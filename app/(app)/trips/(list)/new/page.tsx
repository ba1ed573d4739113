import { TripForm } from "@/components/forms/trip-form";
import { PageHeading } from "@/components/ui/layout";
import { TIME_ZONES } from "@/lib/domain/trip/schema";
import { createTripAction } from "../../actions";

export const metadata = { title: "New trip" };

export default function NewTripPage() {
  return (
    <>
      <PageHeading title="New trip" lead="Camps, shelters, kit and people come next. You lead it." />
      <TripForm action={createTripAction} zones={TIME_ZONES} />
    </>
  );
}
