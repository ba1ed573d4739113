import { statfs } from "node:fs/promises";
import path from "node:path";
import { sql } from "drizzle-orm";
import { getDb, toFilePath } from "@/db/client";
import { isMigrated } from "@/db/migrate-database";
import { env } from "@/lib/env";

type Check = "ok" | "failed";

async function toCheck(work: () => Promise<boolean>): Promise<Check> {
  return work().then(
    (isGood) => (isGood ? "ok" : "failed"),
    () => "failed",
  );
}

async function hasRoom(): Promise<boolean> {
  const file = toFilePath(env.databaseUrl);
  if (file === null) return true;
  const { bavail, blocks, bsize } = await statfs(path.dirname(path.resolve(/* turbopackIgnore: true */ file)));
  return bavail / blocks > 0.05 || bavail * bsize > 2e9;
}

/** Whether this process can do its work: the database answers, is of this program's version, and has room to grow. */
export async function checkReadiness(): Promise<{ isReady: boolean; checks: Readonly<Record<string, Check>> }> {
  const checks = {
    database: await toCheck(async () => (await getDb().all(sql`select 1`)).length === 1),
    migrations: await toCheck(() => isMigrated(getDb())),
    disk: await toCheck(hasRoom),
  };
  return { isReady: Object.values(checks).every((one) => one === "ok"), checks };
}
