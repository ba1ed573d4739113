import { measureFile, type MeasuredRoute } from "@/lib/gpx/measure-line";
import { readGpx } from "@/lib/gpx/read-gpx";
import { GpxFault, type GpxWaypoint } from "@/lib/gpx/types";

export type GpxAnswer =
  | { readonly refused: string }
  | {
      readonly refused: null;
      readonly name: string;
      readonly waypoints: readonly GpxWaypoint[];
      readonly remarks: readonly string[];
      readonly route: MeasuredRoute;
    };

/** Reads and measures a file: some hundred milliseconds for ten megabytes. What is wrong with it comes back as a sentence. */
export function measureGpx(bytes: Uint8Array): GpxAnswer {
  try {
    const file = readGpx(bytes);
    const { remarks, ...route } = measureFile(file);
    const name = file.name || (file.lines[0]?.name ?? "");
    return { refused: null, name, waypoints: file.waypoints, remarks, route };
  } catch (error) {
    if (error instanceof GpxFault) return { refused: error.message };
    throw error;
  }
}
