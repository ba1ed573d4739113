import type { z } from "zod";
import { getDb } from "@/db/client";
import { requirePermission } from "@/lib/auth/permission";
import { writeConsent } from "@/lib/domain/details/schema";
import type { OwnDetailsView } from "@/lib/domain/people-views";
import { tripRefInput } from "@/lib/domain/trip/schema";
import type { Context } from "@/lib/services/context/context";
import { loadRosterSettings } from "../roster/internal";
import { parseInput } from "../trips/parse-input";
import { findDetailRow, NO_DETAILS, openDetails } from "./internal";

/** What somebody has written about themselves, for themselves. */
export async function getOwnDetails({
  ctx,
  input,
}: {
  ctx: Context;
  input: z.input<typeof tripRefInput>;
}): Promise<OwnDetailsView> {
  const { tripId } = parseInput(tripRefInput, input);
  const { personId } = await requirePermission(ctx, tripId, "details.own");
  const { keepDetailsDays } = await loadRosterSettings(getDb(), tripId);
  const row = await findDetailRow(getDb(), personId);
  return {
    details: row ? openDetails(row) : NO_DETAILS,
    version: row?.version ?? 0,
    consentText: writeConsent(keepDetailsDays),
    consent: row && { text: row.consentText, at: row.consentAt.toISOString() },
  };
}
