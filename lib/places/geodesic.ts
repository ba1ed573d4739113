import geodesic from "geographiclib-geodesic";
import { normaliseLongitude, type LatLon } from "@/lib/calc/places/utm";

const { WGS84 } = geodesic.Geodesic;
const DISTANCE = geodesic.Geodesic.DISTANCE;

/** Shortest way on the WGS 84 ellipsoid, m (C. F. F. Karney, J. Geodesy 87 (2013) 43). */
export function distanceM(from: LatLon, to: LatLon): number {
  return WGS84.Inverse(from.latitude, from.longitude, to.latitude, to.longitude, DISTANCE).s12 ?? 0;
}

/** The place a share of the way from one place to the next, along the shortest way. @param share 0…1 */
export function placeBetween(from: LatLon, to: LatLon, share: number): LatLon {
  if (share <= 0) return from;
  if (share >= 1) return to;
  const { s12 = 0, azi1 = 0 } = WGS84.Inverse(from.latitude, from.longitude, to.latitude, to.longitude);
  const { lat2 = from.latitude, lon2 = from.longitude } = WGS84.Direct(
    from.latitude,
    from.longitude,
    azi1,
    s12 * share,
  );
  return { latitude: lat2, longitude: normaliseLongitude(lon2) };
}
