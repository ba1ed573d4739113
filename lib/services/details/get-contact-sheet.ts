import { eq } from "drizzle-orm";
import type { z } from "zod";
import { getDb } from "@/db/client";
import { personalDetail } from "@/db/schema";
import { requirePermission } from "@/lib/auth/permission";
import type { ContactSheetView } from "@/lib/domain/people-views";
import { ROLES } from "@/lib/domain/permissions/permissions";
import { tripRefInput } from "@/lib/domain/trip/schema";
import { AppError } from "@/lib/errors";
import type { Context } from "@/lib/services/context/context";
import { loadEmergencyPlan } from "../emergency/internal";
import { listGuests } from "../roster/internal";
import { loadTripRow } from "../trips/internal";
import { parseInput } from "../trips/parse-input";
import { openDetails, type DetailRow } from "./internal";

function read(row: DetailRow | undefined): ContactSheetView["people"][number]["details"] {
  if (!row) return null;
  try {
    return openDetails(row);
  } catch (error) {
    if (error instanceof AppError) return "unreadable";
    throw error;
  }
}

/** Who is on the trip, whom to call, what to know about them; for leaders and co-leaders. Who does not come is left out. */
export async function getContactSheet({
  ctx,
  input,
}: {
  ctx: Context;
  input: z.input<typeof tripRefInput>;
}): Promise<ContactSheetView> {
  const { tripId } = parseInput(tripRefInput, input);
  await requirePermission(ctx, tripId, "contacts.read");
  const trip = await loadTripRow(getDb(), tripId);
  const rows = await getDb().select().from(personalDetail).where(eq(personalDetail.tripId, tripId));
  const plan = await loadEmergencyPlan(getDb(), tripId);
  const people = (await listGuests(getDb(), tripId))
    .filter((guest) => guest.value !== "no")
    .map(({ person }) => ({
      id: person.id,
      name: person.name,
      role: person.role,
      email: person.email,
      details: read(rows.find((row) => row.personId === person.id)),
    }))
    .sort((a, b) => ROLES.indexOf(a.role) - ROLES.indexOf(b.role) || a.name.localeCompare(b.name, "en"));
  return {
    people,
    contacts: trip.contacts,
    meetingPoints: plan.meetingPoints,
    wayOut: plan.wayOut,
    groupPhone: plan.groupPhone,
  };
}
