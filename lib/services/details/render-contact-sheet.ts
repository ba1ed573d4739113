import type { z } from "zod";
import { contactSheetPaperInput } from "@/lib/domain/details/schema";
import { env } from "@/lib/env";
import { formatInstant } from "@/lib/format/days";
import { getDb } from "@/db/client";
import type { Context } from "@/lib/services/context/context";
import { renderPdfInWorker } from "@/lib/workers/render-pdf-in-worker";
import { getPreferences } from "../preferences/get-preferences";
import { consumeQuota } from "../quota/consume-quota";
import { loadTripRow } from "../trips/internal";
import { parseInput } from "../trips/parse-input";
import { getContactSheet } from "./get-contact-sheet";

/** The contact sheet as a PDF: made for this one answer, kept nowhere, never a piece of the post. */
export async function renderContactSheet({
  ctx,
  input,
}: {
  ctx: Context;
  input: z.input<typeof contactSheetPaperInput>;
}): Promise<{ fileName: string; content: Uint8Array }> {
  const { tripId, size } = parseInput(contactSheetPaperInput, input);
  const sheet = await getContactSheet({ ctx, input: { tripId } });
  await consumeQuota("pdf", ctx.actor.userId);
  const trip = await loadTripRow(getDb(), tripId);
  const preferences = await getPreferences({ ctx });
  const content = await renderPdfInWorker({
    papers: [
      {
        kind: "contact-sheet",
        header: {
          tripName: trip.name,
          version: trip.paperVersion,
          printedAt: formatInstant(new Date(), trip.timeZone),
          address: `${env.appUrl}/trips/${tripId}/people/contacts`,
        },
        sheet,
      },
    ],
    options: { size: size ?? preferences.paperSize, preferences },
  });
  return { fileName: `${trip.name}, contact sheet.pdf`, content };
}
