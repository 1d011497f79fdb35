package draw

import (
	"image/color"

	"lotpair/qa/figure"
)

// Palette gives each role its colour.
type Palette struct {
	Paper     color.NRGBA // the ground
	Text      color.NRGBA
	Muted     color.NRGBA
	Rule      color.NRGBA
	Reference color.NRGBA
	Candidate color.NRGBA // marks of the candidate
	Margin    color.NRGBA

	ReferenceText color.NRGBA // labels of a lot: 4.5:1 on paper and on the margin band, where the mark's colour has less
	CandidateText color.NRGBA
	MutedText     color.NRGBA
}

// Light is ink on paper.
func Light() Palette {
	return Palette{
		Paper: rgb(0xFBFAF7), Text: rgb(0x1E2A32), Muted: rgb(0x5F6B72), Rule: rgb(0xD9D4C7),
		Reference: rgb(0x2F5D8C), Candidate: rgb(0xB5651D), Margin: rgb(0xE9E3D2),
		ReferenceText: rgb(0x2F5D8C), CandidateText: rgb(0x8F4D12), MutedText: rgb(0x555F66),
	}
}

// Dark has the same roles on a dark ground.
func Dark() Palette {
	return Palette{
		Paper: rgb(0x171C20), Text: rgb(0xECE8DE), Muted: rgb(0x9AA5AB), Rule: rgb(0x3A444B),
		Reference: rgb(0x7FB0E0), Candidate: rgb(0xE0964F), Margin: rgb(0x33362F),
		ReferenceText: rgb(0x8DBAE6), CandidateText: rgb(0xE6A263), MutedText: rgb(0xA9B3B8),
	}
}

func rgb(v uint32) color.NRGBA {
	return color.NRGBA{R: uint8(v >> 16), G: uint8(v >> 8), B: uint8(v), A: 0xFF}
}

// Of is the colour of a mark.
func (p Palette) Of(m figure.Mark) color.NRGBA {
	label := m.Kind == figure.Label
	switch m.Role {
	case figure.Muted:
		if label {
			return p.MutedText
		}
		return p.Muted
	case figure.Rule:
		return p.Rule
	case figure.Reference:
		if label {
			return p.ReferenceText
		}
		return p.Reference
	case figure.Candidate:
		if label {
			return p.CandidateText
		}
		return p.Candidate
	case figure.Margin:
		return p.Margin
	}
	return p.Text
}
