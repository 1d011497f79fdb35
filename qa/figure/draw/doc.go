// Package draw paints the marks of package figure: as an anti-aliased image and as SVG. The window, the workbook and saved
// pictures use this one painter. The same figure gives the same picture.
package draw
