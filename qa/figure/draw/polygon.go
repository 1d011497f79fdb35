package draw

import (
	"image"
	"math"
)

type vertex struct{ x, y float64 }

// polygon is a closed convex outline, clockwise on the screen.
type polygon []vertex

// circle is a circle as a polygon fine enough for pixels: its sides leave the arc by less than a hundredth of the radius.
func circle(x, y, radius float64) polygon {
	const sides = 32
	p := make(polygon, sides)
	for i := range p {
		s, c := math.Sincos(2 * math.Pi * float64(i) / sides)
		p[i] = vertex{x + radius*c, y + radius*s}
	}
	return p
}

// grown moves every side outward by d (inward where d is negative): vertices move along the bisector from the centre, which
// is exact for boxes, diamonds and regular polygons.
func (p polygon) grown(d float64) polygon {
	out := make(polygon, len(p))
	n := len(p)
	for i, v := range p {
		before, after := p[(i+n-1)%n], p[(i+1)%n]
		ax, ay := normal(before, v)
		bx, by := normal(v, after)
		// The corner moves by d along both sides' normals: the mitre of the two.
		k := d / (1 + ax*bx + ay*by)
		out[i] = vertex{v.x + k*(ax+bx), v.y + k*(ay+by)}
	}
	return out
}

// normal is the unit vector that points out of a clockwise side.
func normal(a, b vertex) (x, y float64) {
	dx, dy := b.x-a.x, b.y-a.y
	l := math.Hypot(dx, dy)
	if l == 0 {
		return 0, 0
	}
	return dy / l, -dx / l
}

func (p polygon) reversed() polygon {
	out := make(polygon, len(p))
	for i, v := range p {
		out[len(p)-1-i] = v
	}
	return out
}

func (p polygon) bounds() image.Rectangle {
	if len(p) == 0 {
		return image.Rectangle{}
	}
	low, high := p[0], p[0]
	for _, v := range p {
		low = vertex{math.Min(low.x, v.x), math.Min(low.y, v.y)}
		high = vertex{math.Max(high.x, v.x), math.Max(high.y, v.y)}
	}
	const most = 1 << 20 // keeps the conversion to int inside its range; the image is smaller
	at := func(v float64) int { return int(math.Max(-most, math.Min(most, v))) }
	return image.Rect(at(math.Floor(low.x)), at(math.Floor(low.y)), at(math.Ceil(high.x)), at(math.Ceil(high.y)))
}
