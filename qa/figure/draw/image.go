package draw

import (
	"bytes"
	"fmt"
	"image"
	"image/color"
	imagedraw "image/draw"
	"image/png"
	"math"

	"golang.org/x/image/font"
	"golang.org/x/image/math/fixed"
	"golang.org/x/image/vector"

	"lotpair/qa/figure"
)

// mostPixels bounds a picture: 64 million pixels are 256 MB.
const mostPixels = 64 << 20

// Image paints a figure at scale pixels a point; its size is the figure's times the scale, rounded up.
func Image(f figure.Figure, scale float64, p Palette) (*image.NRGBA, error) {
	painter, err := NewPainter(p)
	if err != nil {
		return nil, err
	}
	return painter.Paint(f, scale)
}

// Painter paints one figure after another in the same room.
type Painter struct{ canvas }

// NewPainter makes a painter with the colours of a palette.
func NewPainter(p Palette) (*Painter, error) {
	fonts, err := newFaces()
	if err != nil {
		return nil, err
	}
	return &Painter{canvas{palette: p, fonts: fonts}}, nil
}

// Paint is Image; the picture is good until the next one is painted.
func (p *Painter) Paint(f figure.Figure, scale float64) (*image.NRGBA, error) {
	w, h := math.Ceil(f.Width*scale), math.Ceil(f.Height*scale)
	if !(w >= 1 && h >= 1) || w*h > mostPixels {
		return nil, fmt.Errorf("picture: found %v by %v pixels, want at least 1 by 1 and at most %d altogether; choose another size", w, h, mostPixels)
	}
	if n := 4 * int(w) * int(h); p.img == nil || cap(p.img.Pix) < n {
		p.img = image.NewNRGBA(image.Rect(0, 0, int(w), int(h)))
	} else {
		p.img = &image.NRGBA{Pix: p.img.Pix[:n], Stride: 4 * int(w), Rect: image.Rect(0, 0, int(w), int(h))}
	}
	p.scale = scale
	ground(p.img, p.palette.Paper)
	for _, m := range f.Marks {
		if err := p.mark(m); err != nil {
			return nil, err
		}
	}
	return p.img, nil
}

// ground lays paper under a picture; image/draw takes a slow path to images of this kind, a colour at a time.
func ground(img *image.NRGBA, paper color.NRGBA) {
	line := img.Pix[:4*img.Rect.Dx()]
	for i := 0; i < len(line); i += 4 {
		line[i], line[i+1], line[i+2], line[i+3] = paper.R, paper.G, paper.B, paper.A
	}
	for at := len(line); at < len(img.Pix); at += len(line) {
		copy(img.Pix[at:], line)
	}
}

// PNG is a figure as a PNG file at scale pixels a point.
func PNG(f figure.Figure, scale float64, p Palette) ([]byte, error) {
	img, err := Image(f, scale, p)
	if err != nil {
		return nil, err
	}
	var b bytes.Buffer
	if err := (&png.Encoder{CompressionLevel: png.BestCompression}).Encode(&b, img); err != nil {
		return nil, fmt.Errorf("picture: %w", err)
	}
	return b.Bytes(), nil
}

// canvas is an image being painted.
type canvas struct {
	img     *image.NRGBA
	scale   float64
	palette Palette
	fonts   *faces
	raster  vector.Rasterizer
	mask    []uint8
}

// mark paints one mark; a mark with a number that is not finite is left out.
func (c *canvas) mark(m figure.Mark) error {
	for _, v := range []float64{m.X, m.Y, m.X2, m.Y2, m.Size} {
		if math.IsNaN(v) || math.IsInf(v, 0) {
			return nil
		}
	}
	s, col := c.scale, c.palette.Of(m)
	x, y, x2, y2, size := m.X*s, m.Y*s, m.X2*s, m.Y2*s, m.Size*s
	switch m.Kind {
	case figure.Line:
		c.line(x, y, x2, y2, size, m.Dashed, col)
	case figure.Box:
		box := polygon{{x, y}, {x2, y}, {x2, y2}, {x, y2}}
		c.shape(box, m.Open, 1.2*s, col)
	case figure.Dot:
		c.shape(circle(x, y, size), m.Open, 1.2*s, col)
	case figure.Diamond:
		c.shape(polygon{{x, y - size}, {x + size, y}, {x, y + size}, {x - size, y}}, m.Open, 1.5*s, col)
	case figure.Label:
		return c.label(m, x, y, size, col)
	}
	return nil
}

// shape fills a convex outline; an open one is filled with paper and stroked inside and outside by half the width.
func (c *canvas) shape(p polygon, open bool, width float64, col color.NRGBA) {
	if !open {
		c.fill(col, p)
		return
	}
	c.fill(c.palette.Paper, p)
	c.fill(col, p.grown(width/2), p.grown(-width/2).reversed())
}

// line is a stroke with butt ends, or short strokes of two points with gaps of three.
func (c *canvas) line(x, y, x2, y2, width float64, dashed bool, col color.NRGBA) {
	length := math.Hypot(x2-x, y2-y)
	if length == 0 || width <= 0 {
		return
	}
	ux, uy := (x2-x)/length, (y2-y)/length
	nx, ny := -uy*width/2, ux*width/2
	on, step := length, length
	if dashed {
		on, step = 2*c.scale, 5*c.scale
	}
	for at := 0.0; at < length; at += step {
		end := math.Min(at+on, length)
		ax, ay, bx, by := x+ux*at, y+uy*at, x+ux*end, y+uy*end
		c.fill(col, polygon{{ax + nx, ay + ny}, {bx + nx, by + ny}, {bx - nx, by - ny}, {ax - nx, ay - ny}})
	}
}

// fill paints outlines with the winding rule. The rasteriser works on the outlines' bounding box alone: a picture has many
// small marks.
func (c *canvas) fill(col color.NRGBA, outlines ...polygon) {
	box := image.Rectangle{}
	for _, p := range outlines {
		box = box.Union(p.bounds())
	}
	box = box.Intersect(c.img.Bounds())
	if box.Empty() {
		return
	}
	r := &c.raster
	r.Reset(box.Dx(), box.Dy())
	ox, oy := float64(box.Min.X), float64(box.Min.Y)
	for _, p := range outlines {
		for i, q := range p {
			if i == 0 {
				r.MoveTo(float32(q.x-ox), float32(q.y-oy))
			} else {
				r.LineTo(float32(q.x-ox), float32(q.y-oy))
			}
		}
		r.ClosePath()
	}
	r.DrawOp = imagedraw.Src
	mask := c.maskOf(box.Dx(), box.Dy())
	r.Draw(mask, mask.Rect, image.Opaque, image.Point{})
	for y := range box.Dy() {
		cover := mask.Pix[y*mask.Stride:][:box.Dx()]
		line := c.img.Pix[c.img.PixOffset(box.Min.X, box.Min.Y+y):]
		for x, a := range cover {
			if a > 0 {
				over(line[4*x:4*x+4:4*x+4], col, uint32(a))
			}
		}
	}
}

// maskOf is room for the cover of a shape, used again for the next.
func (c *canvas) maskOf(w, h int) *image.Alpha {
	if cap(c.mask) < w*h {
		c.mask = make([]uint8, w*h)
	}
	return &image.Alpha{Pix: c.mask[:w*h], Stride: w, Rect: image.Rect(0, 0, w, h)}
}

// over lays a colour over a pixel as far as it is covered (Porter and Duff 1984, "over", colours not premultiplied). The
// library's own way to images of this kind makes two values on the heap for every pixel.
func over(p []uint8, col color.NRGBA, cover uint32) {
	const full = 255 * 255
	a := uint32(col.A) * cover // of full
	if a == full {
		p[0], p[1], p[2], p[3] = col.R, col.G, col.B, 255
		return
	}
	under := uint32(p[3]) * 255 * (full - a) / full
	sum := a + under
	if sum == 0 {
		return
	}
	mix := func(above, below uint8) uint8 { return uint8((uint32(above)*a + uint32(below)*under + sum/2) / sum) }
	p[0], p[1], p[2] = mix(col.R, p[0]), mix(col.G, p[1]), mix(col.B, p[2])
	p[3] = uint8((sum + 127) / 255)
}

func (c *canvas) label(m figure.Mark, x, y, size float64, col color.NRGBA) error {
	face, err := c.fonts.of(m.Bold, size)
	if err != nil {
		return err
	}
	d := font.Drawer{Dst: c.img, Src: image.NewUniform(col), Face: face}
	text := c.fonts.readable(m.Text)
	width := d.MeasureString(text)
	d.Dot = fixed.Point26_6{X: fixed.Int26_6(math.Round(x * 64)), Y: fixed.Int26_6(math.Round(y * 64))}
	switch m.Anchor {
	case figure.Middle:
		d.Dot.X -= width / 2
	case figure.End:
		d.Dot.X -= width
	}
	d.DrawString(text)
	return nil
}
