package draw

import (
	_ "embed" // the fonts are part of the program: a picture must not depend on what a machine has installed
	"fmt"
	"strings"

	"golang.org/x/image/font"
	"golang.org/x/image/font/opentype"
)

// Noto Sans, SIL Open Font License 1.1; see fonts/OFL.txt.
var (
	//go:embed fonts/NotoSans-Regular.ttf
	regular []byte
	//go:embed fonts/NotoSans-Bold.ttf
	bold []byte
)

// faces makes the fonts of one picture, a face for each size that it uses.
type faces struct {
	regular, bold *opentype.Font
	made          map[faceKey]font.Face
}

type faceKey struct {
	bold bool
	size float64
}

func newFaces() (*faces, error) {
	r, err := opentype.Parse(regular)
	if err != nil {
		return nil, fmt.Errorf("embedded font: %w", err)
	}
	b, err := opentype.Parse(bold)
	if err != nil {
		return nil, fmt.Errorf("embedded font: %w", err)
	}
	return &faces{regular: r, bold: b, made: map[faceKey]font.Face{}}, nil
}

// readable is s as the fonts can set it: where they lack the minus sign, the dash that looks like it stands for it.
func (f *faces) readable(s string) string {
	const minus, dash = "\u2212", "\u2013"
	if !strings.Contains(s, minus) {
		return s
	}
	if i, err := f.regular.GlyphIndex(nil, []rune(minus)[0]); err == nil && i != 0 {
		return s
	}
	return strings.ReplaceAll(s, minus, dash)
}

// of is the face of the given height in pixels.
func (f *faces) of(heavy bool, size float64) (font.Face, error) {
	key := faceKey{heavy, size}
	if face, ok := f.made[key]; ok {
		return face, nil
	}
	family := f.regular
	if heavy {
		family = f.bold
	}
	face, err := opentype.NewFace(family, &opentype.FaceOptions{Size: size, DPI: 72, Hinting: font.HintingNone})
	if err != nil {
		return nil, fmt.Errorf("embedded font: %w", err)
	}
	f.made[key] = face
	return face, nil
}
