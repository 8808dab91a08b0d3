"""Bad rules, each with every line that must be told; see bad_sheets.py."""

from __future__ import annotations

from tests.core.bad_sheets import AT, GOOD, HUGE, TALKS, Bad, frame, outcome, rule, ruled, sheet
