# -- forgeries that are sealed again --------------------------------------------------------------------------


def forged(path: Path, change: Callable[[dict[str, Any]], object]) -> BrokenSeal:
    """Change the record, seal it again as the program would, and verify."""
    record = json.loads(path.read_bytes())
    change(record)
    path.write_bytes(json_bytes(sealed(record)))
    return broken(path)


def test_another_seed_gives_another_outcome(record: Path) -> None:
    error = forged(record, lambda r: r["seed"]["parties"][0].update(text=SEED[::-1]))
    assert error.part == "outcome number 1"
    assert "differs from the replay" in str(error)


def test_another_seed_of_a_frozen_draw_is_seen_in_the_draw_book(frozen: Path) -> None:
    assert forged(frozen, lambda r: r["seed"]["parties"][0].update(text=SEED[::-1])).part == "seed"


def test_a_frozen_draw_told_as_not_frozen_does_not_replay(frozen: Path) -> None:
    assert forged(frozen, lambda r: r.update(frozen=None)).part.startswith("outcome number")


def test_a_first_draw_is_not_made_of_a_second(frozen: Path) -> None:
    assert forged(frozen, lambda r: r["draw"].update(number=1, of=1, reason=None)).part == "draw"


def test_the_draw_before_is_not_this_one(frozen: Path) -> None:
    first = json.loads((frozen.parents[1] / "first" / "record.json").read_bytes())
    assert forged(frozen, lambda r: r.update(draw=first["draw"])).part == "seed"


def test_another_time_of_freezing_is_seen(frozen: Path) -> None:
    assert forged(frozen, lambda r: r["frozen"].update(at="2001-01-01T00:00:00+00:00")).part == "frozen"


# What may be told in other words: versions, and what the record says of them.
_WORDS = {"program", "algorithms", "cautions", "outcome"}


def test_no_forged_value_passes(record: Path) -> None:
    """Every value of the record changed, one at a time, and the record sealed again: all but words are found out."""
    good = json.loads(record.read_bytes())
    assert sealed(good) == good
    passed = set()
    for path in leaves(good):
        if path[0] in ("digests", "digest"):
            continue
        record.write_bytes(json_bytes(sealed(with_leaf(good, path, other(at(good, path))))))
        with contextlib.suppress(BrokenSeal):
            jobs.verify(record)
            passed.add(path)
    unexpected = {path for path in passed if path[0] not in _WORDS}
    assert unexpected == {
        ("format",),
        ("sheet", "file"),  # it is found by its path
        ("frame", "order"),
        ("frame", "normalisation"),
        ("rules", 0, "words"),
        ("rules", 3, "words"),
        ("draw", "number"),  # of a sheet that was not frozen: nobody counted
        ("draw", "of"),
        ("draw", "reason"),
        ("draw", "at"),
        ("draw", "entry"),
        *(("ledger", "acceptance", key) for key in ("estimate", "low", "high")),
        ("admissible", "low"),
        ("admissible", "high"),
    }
***
Copy each line above where "outlines" appears.

// fill paints outlines with the winding rule. The rasteriser works on the outlines' bounding box alone: a picture has many
func (c *canvas) fill(col color.NRGBA, outlines ...polygon) {
	for _, p := range outlines {
	for _, p := range outlines {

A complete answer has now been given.